I'm sure your tortoise will try, and once he finds out it's not real then I see no problem, tortoises are fairly smart in there own logical way. They can tell a real flower and a fake, and real grass and fake. 

Kyle


----------



## Darwin_T (Nov 14, 2013)

Wewt said:


> Hey guys!
> 
> For half of my enclosure I have mulch, but in the other half so far we have been using cardboard while we figured out what we wanted. We have been thinking of using fake grass. Does anyone else have experience with this?
> 
> ...



one thing that i would be minfful of is that most tortoises like to burrow and it might not be ablr to in this fake grass. so, keep that in mind. as for him eating it, he will most likely nibble at it but im not sure if its poisonous. maybe if you look at the deatails of the product it might say somethings. 

hope this helps!


----------



## Maverick (Nov 14, 2013)

My first thought was, man that would be hard to clean.


----------



## Wewt (Nov 14, 2013)

Maverick said:


> My first thought was, man that would be hard to clean.
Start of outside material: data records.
/** Quick strength checks of the first storey: average stress of ASCE 31 and 41, the Japanese first-level index, area indices. */
import { record } from '../formula.js';
import type { AnyRecord, Family } from '../formula.js';
import type { Source, Verified } from '../source.js';
import { number } from './edition.js';

type None = Record<never, number>;
const PSI_MPA = 0.006894757293168361;

interface Facts {
  readonly source: Source;
  readonly verified: Verified;
  readonly note?: string;
}

const make = <I, C>(id: string, title: string, family: Family<I, C>, constants: C, facts: Facts) =>
  record({ id, title, family, constants, limits: [], ...facts });

const asce = (clause: string): Source => ({ standard: 'ASCE/SEI 41', edition: '13 and 17', clause });
const index = (clause: string): Source => ({
  standard: 'Standard for seismic evaluation of existing reinforced concrete buildings, Japan',
  edition: '2001',
  clause,
});

const concreteStress: Family<{ readonly concrete_strength_MPa: number }, { readonly psi_MPa: number }> = {
  id: 'strength-check/concrete-stress',
  yields: 'average_stress_MPa',
  unit: 'MPa',
  symbol: 'τ',
  inputs: [number('concrete_strength_MPa', 'concrete strength, cylinder; 0 where it is not on record', 'MPa')],
  expression: 'psi_MPa * max(100, 2 * sqrt(concrete_strength_MPa / psi_MPa))',
  evaluate: ({ concrete_strength_MPa }, { psi_MPa }) =>
    psi_MPa * Math.max(100, 2 * Math.sqrt(concrete_strength_MPa / psi_MPa)),
};
export const CONCRETE_STRESS = make(
  'asce41/strength-check/concrete-stress',
  'Average shear stress allowed in concrete columns and walls',
  concreteStress,
  { psi_MPa: PSI_MPA },
  {
    source: asce('4.4.3.2, 4.4.3.3, quick checks'),
    verified: 'memory',
    note: '100 psi, or 2 √f_c in psi where that is more.',
  },
);

interface ShearInput {
  readonly modifier_ms: number;
  readonly average_stress_MPa: number;
  readonly area_m2: number;
  readonly modification_c: number;
  readonly weight_kN: number;
}
const WEIGHT = number('weight_kN', 'seismic weight', 'kN');
const MODIFIERS = [
  number('modifier_ms', 'system modification factor M_s of the edition, life safety'),
  number('modification_c', 'modification factor C of the base shear, by storeys'),
] as const;
const averageShear: Family<ShearInput, None> = {
  id: 'strength-check/average-shear',
  yields: 'capacity_sa_g',
  unit: 'g',
  symbol: 'C',
  inputs: [
    MODIFIERS[0],
    number('average_stress_MPa', 'average stress allowed', 'MPa'),
    number('area_m2', 'area of columns or walls along the force, first storey', 'm2'),
    MODIFIERS[1],
    WEIGHT,
  ],
  expression: 'modifier_ms * average_stress_MPa * 1000 * area_m2 / (modification_c * weight_kN)',
  evaluate: ({ modifier_ms, average_stress_MPa, area_m2, modification_c, weight_kN }) =>
    (modifier_ms * average_stress_MPa * 1000 * area_m2) / (modification_c * weight_kN),
};
export const AVERAGE_SHEAR = make(
  'asce41/strength-check/average-shear',
  'Spectral acceleration at which the average shear stress is reached',
  averageShear,
  {},
  {
    source: asce('4.4.3.2, 4.4.3.3 solved for S_a'),
    verified: 'memory',
    note: 'No overstrength, no ductility, no share of mass is applied; irregularities multiply it as they do every capacity, below. The factor n_c/(n_c − n_f) of columns is left out.',
  },
);

interface BraceInput {
  readonly modifier_ms: number;
  readonly yield_MPa: number;
  readonly area_m2: number;
  readonly bay_length_m: number;
  readonly storey_height_m: number;
  readonly modification_c: number;
  readonly weight_kN: number;
}
const braces: Family<BraceInput, None> = {
  id: 'strength-check/brace-stress',
  yields: 'capacity_sa_g',
  unit: 'g',
  symbol: 'C',
  inputs: [
    MODIFIERS[0],
    number('yield_MPa', 'yield strength of the braces', 'MPa'),
    number('area_m2', 'active braces of the storey together', 'm2'),
    number('bay_length_m', 'bay of a brace', 'm'),
    number('storey_height_m', 'height of the storey', 'm'),
    MODIFIERS[1],
    WEIGHT,
  ],
  expression:
    'modifier_ms * 0.5 * yield_MPa * 1000 * area_m2 * bay_length_m / sqrt(bay_length_m ^ 2 + storey_height_m ^ 2) / (modification_c * weight_kN)',
  evaluate: ({ modifier_ms, yield_MPa, area_m2, bay_length_m, storey_height_m, modification_c, weight_kN }) =>
    (modifier_ms * 0.5 * yield_MPa * 1000 * area_m2 * bay_length_m) /
    Math.sqrt(bay_length_m * bay_length_m + storey_height_m * storey_height_m) /
    (modification_c * weight_kN),
};
export const BRACE_STRESS = make(
  'asce41/strength-check/brace-stress',
  'Spectral acceleration at which braces reach half their yield stress times M_s',
  braces,
  {},
  { source: asce('4.4.3.4 solved for S_a'), verified: 'memory' },
);

const beta: Family<{ readonly concrete_strength_MPa: number }, None> = {
  id: 'japan-index/concrete-factor',
  yields: 'concrete_factor',
  unit: null,
  symbol: 'β_c',
  inputs: [number('concrete_strength_MPa', 'concrete strength', 'MPa')],
  expression: 'min(concrete_strength_MPa / 20, sqrt(concrete_strength_MPa / 20))',
  evaluate: ({ concrete_strength_MPa }) => Math.min(concrete_strength_MPa / 20, Math.sqrt(concrete_strength_MPa / 20)),
};
export const CONCRETE_FACTOR = make(
  'jbdpa-2001/index/concrete-factor',
  'Factor of the concrete strength',
  beta,
  {},
  { source: index('3.2.2, first level'), verified: 'memory', note: 'F_c/20 up to 20 MPa, √(F_c/20) above.' },
);

interface StrengthIndexInput {
  readonly area_m2: number;
  readonly stress_MPa: number;
  readonly concrete_factor: number;
  readonly weight_kN: number;
}
const strengthIndex: Family<StrengthIndexInput, None> = {
  id: 'japan-index/strength',
  yields: 'strength_index',
  unit: null,
  symbol: 'C',
  inputs: [
    number('area_m2', 'area of walls or columns of the storey', 'm2'),
    number('stress_MPa', 'walls 3.0, 2.0, 1.0 with two, one, no boundary columns; columns 1.0, slender 0.7', 'MPa'),
    number('concrete_factor', 'factor of the concrete strength β_c'),
    WEIGHT,
  ],
  expression: 'stress_MPa * 1000 * area_m2 * concrete_factor / weight_kN',
  evaluate: ({ area_m2, stress_MPa, concrete_factor, weight_kN }) =>
    (stress_MPa * 1000 * area_m2 * concrete_factor) / weight_kN,
};
export const STRENGTH_INDEX = make(
  'jbdpa-2001/index/strength',
  'Strength index of walls (C_w) or columns (C_c)',
  strengthIndex,
  {},
  { source: index('3.2.2, first level'), verified: 'memory' },
);

interface BasicInput {
  readonly storeys: number;
  readonly storey: number;
  readonly wall_index: number;
  readonly column_index: number;
  readonly column_share: number;
}
const basic: Family<BasicInput, None> = {
  id: 'japan-index/basic',
  yields: 'basic_index',
  unit: null,
  symbol: 'E₀',
  inputs: [
    number('storeys', 'storeys above ground n'),
    number('storey', 'storey looked at i'),
    number('wall_index', 'strength index of walls C_w'),
    number('column_index', 'strength index of columns C_c'),
    number('column_share', 'α_1: 0.7, or 1.0 without walls'),
  ],
  expression: '(storeys + 1) / (storeys + storey) * (wall_index + column_share * column_index)',
  evaluate: ({ storeys, storey, wall_index, column_index, column_share }) =>
    ((storeys + 1) / (storeys + storey)) * (wall_index + column_share * column_index),
};
export const BASIC_INDEX = make(
  'jbdpa-2001/index/basic',
  'Basic index of the first level, ductility index 1.0',
  basic,
  {},
  {
    source: index('3.2.1, first level'),
    verified: 'memory',
    note: 'Times irregularity S_D and time index T it is the seismic index I_s; here S_D is the product of irregularity factors.',
  },
);

interface AreaInput {
  readonly wall_area_m2: number;
  readonly masonry_area_m2: number;
  readonly column_area_m2: number;
  readonly floor_area_m2: number;
}
const WALL_AREA = number('wall_area_m2', 'concrete walls along the force, first storey', 'm2');
const COLUMN_AREA = number('column_area_m2', 'columns of the first storey', 'm2');
const hassanSozen: Family<AreaInput, None> = {
  id: 'area-index/priority',
  yields: 'priority_index_percent',
  unit: null,
  symbol: 'PI',
  inputs: [
    WALL_AREA,
    number('masonry_area_m2', 'masonry walls along the force, first storey', 'm2'),
    COLUMN_AREA,
    number('floor_area_m2', 'floor area above the base', 'm2'),
  ],
  expression: '100 * (wall_area_m2 + masonry_area_m2 / 10 + column_area_m2 / 2) / floor_area_m2',
  evaluate: ({ wall_area_m2, masonry_area_m2, column_area_m2, floor_area_m2 }) =>
    (100 * (wall_area_m2 + masonry_area_m2 / 10 + column_area_m2 / 2)) / floor_area_m2,
};
export const PRIORITY_INDEX = make(
  'hassan-sozen-1997/index/priority',
  'Wall index plus column index, per cent',
  hassanSozen,
  {},
  {
    source: { standard: 'Hassan and Sozen', edition: '1997', clause: 'ACI Structural Journal 94' },
    verified: 'memory',
  },
);

interface ShigaInput {
  readonly weight_kN: number;
  readonly wall_area_m2: number;
  readonly column_area_m2: number;
}
const shiga: Family<ShigaInput, None> = {
  id: 'area-index/mean-stress',
  yields: 'mean_stress_MPa',
  unit: 'MPa',
  symbol: 'W/ΣA',
  inputs: [WEIGHT, WALL_AREA, COLUMN_AREA],
  expression: 'weight_kN / (1000 * (wall_area_m2 + column_area_m2))',
  evaluate: ({ weight_kN, wall_area_m2, column_area_m2 }) => weight_kN / (1000 * (wall_area_m2 + column_area_m2)),
};
export const MEAN_STRESS = make(
  'shiga-1968/index/mean-stress',
  'Weight over the area of walls and columns',
  shiga,
  {},
  {
    source: { standard: 'Shiga', edition: '1968', clause: 'map of wall area and mean stress' },
    verified: 'memory',
    note: 'Damage was seen above 1.2 MPa where walls had less than 30 cm² for a square metre of floor.',
  },
);

/** M_s for life safety by edition: walls of concrete, precast and reinforced masonry; unreinforced masonry; columns; braces. */
export const CHECK_EDITIONS = {
  'asce41-17': { walls: 3, unreinforced: 1.25, columns: 2, braces: 3 },
  'asce41-13': { walls: 4, unreinforced: 1.5, columns: 2, braces: 3 },
} as const;
/** C of the base shear by storeys, 1 to 4 and more; the last row holds for flexible diaphragms too, whatever the system. */
export const CHECK_C = {
  frame: [1.3, 1.1, 1, 1],
  wall: [1.4, 1.2, 1.1, 1],
  unreinforced: [1, 1, 1, 1],
} as const;
/** Average stress allowed in masonry, MPa: 70 and 30 psi. */
export const MASONRY_STRESS_MPA = { reinforced: 70 * PSI_MPA, unreinforced: 30 * PSI_MPA } as const;
/** Structural steel of a brace, MPa, where nothing is on record: 36 ksi [memory]. */
export const BRACE_YIELD_MPA = 248;

export const STRENGTH_RECORDS: readonly AnyRecord[] = [
  CONCRETE_STRESS,
  AVERAGE_SHEAR,
  BRACE_STRESS,
  CONCRETE_FACTOR,
  STRENGTH_INDEX,
  BASIC_INDEX,
  PRIORITY_INDEX,
  MEAN_STRESS,
];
Yeah, I'm thinking the same thing. Right now the cardboard is handy. We steal the cardboard from fast-food bins and then just throw out the yucky stuff when the time comes. We were thinking that we can just take out the fake grass and spray it out really well. I suppose we shall see!

K, I will go get the fake grass and report. Thanks guys!


----------



## Terry Allan Hall (Nov 15, 2013)

Wewt said:


> Maverick said:
> 
> 
> > My first thought was, man that would be hard to clean.
> ...



I use Astroturf (essentially the same thing), over layers of newspapers, on the floors of my pythons' enclosures...once a week or so, I rotate each of the cages' floor coverings, then hose' the soiled one down and put it on the clothesline to dry in the sun, while the alternate one is in use that week.

The only problem I can see would be if the tortoise ate enough to cause a blockage...


----------